* Your task
Nothing in the records should differ when you write them out again.
=== Record extracts ===
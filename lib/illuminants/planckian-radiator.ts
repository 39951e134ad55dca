/** Planck's law for a blackbody (Planckian radiator), with the radiation constants CIE 015:2018 §4.1 uses. */
import { gridWavelengths, type WavelengthGrid } from "../spectrum/grid.ts";
import { spectrum, type Spectrum } from "../spectrum/spectrum.ts";
import { noteMethod } from "../methods/method-log.ts";
import { GRID_FIELDS, checkFields } from "../arguments/check-fields.ts";
import { checkNumber } from "../arguments/check-number.ts";

/** First radiation constant c1 = 2πhc² = 3.741771852e-16 W·m² (CODATA 2018). */
export const C1 = 3.741771852e-16;
/** Second radiation constant c2 = hc/k = 1.438776877e-2 m·K (CODATA 2018; CIE 015:2018 uses c2 = 1.4388e-2 m·K). */
export const C2 = 1.438776877e-2;
/** c2 = 1.4388e-2 m·K, the value CIE 015:2018 specifies for the Planckian locus and colour temperature. */
export const C2_CIE = 1.4388e-2;

/**
 * Spectral radiant exitance of a blackbody (Planckian radiator) by Planck's law, M(λ, T) = c1 ÷ (λ⁵ (exp(c2 ÷ λT) − 1)).
 *
 * @param wavelengthNm The wavelength, in nm (positive).
 * @param temperatureK The temperature, in K (positive).
 * @param c2 The second radiation constant, in m·K; default `C2_CIE` = 1.4388e-2 (pass `C2` for the CODATA 2018 value).
 * @returns M(λ, T) in W·m⁻²·m⁻¹ (per metre of wavelength), with c1 = 3.741771852e-16 W·m².
 * @source Planck's law with the radiation constants of CIE 015:2018 §4.1 (c2) and CODATA 2018 (c1).
 * @example planckExitance(560, 2856)
 */
export function planckExitance(wavelengthNm: number, temperatureK: number, c2 = C2_CIE): number {
  checkNumber("planckExitance", "wavelengthNm", wavelengthNm, { unit: "nm", above: 0 });
  checkNumber("planckExitance", "temperatureK", temperatureK, { unit: "K", above: 0 });
  checkNumber("planckExitance", "c2", c2, { unit: "m·K", above: 0 });
  if (!(temperatureK > 0) || !Number.isFinite(temperatureK))
    throw new Error(`Planck's law: temperature ${temperatureK} K must be a positive finite number`);
  if (!(wavelengthNm > 0)) throw new Error(`Planck's law: wavelength ${wavelengthNm} nm must be positive`);
  const l = wavelengthNm * 1e-9;
  return C1 / (l ** 5 * Math.expm1(c2 / (l * temperatureK)));
}

/**
 * Relative spectral power of a Planckian radiator at T kelvin, scaled to 100 at 560 nm.
 *
 * @param temperatureK The temperature, in K (positive).
 * @param grid Wavelengths { start, end, step } in nm; default 360–830 nm every 1 nm.
 * @param c2 The second radiation constant, in m·K; default `C2_CIE` = 1.4388e-2.
 * @returns A "relative power" `Spectrum` named "Planckian radiator T K".
 * @source CIE 015:2018 §4.1 (Planck's law, c2 = 1.4388e-2 m·K).
 * @example planckianSpectrum(3000, { start: 380, end: 780, step: 5 })
 */
export function planckianSpectrum(
  temperatureK: number,
  grid: WavelengthGrid = { start: 360, end: 830, step: 1 },
  c2 = C2_CIE,
): Spectrum {
  checkNumber("planckianSpectrum", "temperatureK", temperatureK, { unit: "K", above: 0 });
  checkFields("planckianSpectrum", "grid", grid, GRID_FIELDS);
  checkNumber("planckianSpectrum", "c2", c2, { unit: "m·K", above: 0 });
  const ref = planckExitance(560, temperatureK, c2);
  const w = gridWavelengths(grid);
  noteMethod("illuminant", `Planckian radiators were computed from Planck's law with c2 = ${c2} m·K.`);
  return spectrum(
    w,
    w.map((l) => (100 * planckExitance(l, temperatureK, c2)) / ref),
    {
      name: `Planckian radiator ${temperatureK} K`,
      quantity: "relative power",
    },
  );
}
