/** CMC l:c colour difference (F. J. J. Clarke, R. McDonald, B. Rigg 1984; BS 6923:1988; ISO 105-J03:2009). */
import type { Lab } from "../colorimetry/cielab.ts";
import { noteMethod } from "../methods/method-log.ts";
import { requireFactor, requireLab } from "./check-lab.ts";
import { LAB_FIELDS, checkFields } from "../arguments/check-fields.ts";
import { checkOptions } from "../arguments/check-options.ts";

export interface DeltaECMCOptions {
  /** Lightness weight l (default 2, the acceptability ratio 2:1). */
  l?: number;
  /** Chroma weight c (default 1). */
  c?: number;
}

/**
 * CMC l:c colour difference ΔE CMC(l:c) of a sample from a reference (default 2:1, acceptability).
 *
 * ΔE CMC = √((ΔL* ÷ l·SL)² + (ΔC* ÷ c·SC)² + (ΔH* ÷ SH)²), with SL, SC, SH from the reference (first) colour.
 *
 * @param reference The reference (standard) colour, CIELAB { L, a, b }.
 * @param sample The sample (batch) colour, CIELAB { L, a, b }.
 * @returns ΔE CMC(l:c), dimensionless.
 * @source ISO 105-J03:2009 §6; F. J. J. Clarke, R. McDonald, B. Rigg, JSDC 100:128–132, 1984.
 * @example deltaECMC({ L: 50, a: 20, b: -10 }, { L: 51, a: 18, b: -9 }, { l: 1, c: 1 })
 */
export function deltaECMC(reference: Lab, sample: Lab, options: DeltaECMCOptions = {}): number {
  checkFields("deltaECMC", "reference", reference, LAB_FIELDS);
  checkFields("deltaECMC", "sample", sample, LAB_FIELDS);
  checkOptions("deltaECMC", "options", options, ["l", "c"]);
  requireLab("deltaECMC", "reference (first)", reference);
  requireLab("deltaECMC", "sample (second)", sample);
  const l = options.l ?? 2;
  const c = options.c ?? 1;
  requireFactor("deltaECMC", "l", l);
  requireFactor("deltaECMC", "c", c);
  noteMethod(
    "colour difference",
    `Colour differences ΔE CMC(${l}:${c}) were computed per ISO 105-J03 (Clarke, McDonald & Rigg 1984); the first colour of each pair is the reference.`,
  );
  const L1 = reference.L;
  const c1 = Math.sqrt(reference.a * reference.a + reference.b * reference.b);
  const c2 = Math.sqrt(sample.a * sample.a + sample.b * sample.b);
  let h1 = (Math.atan2(reference.b, reference.a) * 180) / Math.PI;
  if (h1 < 0) h1 += 360;
  const dL = L1 - sample.L;
  const dC = c1 - c2;
  const da = reference.a - sample.a,
    db = reference.b - sample.b;
  const dH2 = Math.max(da * da + db * db - dC * dC, 0);
  const sL = L1 < 16 ? 0.511 : (0.040975 * L1) / (1 + 0.01765 * L1);
  const sC = (0.0638 * c1) / (1 + 0.0131 * c1) + 0.638;
  const c14 = c1 ** 4;
  const f = Math.sqrt(c14 / (c14 + 1900));
  const t =
    h1 >= 164 && h1 <= 345
      ? 0.56 + Math.abs(0.2 * Math.cos(((h1 + 168) * Math.PI) / 180))
      : 0.36 + Math.abs(0.4 * Math.cos(((h1 + 35) * Math.PI) / 180));
  const sH = sC * (f * t + 1 - f);
  return Math.sqrt((dL / (l * sL)) ** 2 + (dC / (c * sC)) ** 2 + dH2 / (sH * sH));
}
===
* Answer space
filename lib/illuminants/planckian-radiator.ts
repository 39951e134ad55dca
/** Planck's law for a blackbody (Planckian radiator), with the radiation constants CIE 015:2018 §4.1 uses. */
import { gridWavelengths, type WavelengthGrid } from "../spectrum/grid.ts";
import { spectrum, type Spectrum } from "../spectrum/spectrum.ts";
import { noteMethod } from "../methods/method-log.ts";
import { GRID_FIELDS, checkFields } from "../arguments/check-fields.ts";
import { checkNumber } from "../arguments/check-number.ts";

/** First radiation constant c1 = 2πhc² = 3.741771852e-16 W·m² (CODATA 2018). */
export const C1 = 3.741771852e-16;
/** Second radiation constant c2 = hc/k = 1.438776877e-2 m·K (CODATA 2018; CIE 015:2018 uses c2 = 1.4388e-2 m·K). */
export const C2 = 1.438776877e-2;
/** c2 = 1.4388e-2 m·K, the value CIE 015:2018 specifies for the Planckian locus and colour temperature. */
export const C2_CIE = 1.4388e-2;

/**
 * Spectral radiant exitance of a blackbody (Planckian radiator) by Planck's law, M(λ, T) = c1 ÷ (λ⁵ (exp(c2 ÷ λT) − 1)).
 *
 * @param wavelengthNm The wavelength, in nm (positive).
 * @param temperatureK The temperature, in K (positive).
 * @param c2 The second radiation constant, in m·K; default `C2_CIE` = 1.4388e-2 (pass `C2` for the CODATA 2018 value).
 * @returns M(λ, T) in W·m⁻²·m⁻¹ (per metre of wavelength), with c1 = 3.741771852e-16 W·m².
 * @source Planck's law with the radiation constants of CIE 015:2018 §4.1 (c2) and CODATA 2018 (c1).
 * @example planckExitance(560, 2856)
 */
export function planckExitance(wavelengthNm: number, temperatureK: number, c2 = C2_CIE): number {
  checkNumber("planckExitance", "wavelengthNm", wavelengthNm, { unit: "nm", above: 0 });
  checkNumber("planckExitance", "temperatureK", temperatureK, { unit: "K", above: 0 });
  checkNumber("planckExitance", "c2", c2, { unit: "m·K", above: 0 });
  if (!(temperatureK > 0) || !Number.isFinite(temperatureK))
    throw new Error(`Planck's law: temperature ${temperatureK} K must be a positive finite number`);
  if (!(wavelengthNm > 0)) throw new Error(`Planck's law: wavelength ${wavelengthNm} nm must be positive`);
  const l = wavelengthNm * 1e-9;
  return C1 / (l ** 5 * Math.expm1(c2 / (l * temperatureK)));
}

/**
 * Relative spectral power of a Planckian radiator at T kelvin, scaled to 100 at 560 nm.
 *
 * @param temperatureK The temperature, in K (positive).
 * @param grid Wavelengths { start, end, step } in nm; default 360–830 nm every 1 nm.
 * @param c2 The second radiation constant, in m·K; default `C2_CIE` = 1.4388e-2.
 * @returns A "relative power" `Spectrum` named "Planckian radiator T K".
 * @source CIE 015:2018 §4.1 (Planck's law, c2 = 1.4388e-2 m·K).
 * @example planckianSpectrum(3000, { start: 380, end: 780, step: 5 })
 */
export function planckianSpectrum(
  temperatureK: number,
  grid: WavelengthGrid = { start: 360, end: 830, step: 1 },
  c2 = C2_CIE,
): Spectrum {
  checkNumber("planckianSpectrum", "temperatureK", temperatureK, { unit: "K", above: 0 });
  checkFields("planckianSpectrum", "grid", grid, GRID_FIELDS);
  checkNumber("planckianSpectrum", "c2", c2, { unit: "m·K", above: 0 });
  const ref = planckExitance(560, temperatureK, c2);
  const w = gridWavelengths(grid);
  noteMethod("illuminant", `Planckian radiators were computed from Planck's law with c2 = ${c2} m·K.`);
  return spectrum(
    w,
    w.map((l) => (100 * planckExitance(l, temperatureK, c2)) / ref),
    {
      name: `Planckian radiator ${temperatureK} K`,
      quantity: "relative power",
    },
  );
}
/** CMC l:c colour difference (F. J. J. Clarke, R. McDonald, B. Rigg 1984; BS 6923:1988; ISO 105-J03:2009). */
import type { Lab } from "../colorimetry/cielab.ts";
import { noteMethod } from "../methods/method-log.ts";
import { requireFactor, requireLab } from "./check-lab.ts";
import { LAB_FIELDS, checkFields } from "../arguments/check-fields.ts";
import { checkOptions } from "../arguments/check-options.ts";

export interface DeltaECMCOptions {
  /** Lightness weight l (default 2, the acceptability ratio 2:1). */
  l?: number;
  /** Chroma weight c (default 1). */
  c?: number;
}

/**
 * CMC l:c colour difference ΔE CMC(l:c) of a sample from a reference (default 2:1, acceptability).
 *
 * ΔE CMC = √((ΔL* ÷ l·SL)² + (ΔC* ÷ c·SC)² + (ΔH* ÷ SH)²), with SL, SC, SH from the reference (first) colour.
 *
 * @param reference The reference (standard) colour, CIELAB { L, a, b }.
 * @param sample The sample (batch) colour, CIELAB { L, a, b }.
 * @returns ΔE CMC(l:c), dimensionless.
 * @source ISO 105-J03:2009 §6; F. J. J. Clarke, R. McDonald, B. Rigg, JSDC 100:128–132, 1984.
 * @example deltaECMC({ L: 50, a: 20, b: -10 }, { L: 51, a: 18, b: -9 }, { l: 1, c: 1 })
 */
export function deltaECMC(reference: Lab, sample: Lab, options: DeltaECMCOptions = {}): number {
  checkFields("deltaECMC", "reference", reference, LAB_FIELDS);
  checkFields("deltaECMC", "sample", sample, LAB_FIELDS);
  checkOptions("deltaECMC", "options", options, ["l", "c"]);
  requireLab("deltaECMC", "reference (first)", reference);
  requireLab("deltaECMC", "sample (second)", sample);
  const l = options.l ?? 2;
  const c = options.c ?? 1;
  requireFactor("deltaECMC", "l", l);
  requireFactor("deltaECMC", "c", c);
  noteMethod(
    "colour difference",
    `Colour differences ΔE CMC(${l}:${c}) were computed per ISO 105-J03 (Clarke, McDonald & Rigg 1984); the first colour of each pair is the reference.`,
  );
  const L1 = reference.L;
  const c1 = Math.sqrt(reference.a * reference.a + reference.b * reference.b);
  const c2 = Math.sqrt(sample.a * sample.a + sample.b * sample.b);
  let h1 = (Math.atan2(reference.b, reference.a) * 180) / Math.PI;
  if (h1 < 0) h1 += 360;
  const dL = L1 - sample.L;
  const dC = c1 - c2;
  const da = reference.a - sample.a,
    db = reference.b - sample.b;
  const dH2 = Math.max(da * da + db * db - dC * dC, 0);
  const sL = L1 < 16 ? 0.511 : (0.040975 * L1) / (1 + 0.01765 * L1);
  const sC = (0.0638 * c1) / (1 + 0.0131 * c1) + 0.638;
  const c14 = c1 ** 4;
  const f = Math.sqrt(c14 / (c14 + 1900));
  const t =
    h1 >= 164 && h1 <= 345
      ? 0.56 + Math.abs(0.2 * Math.cos(((h1 + 168) * Math.PI) / 180))
      : 0.36 + Math.abs(0.4 * Math.cos(((h1 + 35) * Math.PI) / 180));
  const sH = sC * (f * t + 1 - f);
  return Math.sqrt((dL / (l * sL)) ** 2 + (dC / (c * sC)) ** 2 + dH2 / (sH * sH));
}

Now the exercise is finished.